** TASK STATEMENT **
Among the entries below, how many lines include "range"? Give the number alone.

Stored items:
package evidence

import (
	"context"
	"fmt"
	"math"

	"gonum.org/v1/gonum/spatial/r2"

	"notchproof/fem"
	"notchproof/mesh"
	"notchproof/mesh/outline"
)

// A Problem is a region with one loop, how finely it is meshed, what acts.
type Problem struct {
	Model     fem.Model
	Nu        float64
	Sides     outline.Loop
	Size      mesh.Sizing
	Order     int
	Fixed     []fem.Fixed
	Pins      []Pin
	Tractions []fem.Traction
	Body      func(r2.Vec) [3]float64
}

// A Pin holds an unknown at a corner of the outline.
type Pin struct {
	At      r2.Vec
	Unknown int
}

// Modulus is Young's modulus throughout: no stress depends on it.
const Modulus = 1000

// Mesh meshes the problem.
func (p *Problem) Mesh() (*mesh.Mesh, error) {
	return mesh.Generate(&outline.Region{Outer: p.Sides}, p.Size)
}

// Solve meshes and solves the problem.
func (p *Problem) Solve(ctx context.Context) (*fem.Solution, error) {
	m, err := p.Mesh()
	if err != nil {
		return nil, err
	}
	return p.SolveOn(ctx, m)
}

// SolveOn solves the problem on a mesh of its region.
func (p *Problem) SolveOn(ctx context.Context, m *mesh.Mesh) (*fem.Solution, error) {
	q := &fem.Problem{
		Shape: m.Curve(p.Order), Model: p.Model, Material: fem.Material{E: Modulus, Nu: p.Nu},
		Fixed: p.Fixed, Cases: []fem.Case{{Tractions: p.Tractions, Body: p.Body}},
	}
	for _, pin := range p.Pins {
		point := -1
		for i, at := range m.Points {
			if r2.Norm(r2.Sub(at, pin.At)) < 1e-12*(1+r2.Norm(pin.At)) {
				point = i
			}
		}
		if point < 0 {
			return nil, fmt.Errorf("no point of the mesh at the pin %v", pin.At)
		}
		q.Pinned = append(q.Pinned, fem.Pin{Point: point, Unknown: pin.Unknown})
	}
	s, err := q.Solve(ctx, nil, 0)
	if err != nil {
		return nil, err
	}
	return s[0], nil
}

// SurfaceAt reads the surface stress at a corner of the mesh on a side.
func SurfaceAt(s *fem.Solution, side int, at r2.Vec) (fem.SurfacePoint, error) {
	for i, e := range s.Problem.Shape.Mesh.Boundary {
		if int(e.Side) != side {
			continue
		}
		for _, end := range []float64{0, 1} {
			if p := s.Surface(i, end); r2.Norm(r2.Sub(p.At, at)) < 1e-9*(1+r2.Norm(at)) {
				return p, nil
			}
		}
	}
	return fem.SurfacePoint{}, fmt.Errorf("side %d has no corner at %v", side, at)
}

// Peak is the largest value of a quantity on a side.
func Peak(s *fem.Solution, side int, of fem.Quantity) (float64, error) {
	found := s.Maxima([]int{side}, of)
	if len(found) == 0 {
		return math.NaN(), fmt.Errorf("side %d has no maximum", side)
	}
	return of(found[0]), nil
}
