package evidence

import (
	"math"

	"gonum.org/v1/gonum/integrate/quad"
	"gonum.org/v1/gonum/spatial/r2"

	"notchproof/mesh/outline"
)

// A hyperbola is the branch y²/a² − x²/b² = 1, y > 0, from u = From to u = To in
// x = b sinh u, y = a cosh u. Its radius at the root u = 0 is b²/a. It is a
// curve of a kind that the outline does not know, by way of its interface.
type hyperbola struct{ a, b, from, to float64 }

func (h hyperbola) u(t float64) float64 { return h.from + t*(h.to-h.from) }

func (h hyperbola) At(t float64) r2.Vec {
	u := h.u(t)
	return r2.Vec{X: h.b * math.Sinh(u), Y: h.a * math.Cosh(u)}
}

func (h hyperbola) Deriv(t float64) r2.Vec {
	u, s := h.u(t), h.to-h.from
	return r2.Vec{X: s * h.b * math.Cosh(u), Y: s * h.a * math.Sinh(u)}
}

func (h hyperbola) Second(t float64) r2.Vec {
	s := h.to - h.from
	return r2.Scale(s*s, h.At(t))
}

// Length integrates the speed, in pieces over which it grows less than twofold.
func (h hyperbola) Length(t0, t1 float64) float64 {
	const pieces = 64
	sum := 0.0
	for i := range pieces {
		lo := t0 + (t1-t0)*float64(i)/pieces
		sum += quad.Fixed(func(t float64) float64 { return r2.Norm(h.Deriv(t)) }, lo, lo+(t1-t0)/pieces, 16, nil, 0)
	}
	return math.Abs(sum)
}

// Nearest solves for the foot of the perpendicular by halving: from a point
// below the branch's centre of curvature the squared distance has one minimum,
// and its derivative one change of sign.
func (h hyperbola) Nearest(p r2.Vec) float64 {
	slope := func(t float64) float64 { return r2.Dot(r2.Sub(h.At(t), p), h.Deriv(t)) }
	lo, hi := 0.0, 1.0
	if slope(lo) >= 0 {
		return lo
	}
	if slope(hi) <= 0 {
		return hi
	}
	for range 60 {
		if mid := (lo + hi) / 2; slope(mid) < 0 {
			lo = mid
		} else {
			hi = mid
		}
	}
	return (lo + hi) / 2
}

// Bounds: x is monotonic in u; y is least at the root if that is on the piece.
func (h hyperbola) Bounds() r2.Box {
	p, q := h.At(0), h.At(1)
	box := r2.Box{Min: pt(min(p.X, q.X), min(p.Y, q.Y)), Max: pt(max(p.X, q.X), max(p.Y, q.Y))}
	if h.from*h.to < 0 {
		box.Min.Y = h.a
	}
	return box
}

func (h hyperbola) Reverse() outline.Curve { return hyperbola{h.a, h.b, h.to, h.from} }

==

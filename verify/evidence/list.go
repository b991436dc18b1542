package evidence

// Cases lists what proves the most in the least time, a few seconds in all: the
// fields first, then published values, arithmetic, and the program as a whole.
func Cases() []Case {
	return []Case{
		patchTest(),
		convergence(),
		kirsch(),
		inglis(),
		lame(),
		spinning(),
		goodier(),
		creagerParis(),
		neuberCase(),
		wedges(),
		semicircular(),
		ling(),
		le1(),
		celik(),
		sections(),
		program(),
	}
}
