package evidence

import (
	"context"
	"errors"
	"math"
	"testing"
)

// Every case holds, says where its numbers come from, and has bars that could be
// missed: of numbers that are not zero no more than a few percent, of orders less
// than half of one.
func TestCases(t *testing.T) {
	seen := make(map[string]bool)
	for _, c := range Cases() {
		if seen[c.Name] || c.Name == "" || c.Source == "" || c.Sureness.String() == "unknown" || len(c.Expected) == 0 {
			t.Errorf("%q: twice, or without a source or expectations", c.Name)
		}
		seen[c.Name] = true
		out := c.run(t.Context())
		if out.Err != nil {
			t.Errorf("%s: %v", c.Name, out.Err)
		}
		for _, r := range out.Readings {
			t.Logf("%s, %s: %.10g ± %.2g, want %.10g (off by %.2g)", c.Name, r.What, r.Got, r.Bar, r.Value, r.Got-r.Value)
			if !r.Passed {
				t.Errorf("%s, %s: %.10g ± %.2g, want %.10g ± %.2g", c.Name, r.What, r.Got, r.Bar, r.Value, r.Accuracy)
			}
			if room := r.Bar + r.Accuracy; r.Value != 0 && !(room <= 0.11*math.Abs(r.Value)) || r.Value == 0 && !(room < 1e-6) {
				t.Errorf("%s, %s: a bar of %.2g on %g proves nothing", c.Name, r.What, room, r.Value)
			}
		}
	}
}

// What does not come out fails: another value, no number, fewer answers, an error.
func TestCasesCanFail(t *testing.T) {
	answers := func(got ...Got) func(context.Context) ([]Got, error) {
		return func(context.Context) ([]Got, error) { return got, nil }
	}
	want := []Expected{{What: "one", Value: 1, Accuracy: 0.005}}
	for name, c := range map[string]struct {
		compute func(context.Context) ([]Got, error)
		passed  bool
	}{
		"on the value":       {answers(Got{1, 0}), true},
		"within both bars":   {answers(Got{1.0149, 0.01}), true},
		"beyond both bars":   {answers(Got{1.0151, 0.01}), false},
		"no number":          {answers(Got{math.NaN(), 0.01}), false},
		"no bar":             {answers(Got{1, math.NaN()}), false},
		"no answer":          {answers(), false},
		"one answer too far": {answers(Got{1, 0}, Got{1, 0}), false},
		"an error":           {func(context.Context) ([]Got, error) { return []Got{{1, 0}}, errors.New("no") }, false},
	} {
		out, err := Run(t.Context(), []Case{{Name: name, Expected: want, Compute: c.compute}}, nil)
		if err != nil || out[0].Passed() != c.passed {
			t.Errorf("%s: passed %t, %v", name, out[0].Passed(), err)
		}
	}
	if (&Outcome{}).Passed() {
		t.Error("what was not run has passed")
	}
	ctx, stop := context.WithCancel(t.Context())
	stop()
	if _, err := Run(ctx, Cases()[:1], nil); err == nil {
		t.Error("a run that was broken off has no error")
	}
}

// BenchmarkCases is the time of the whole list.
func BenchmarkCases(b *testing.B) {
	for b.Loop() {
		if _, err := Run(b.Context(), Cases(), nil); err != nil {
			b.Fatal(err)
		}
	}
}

** EXERCISE RESPONSE **
9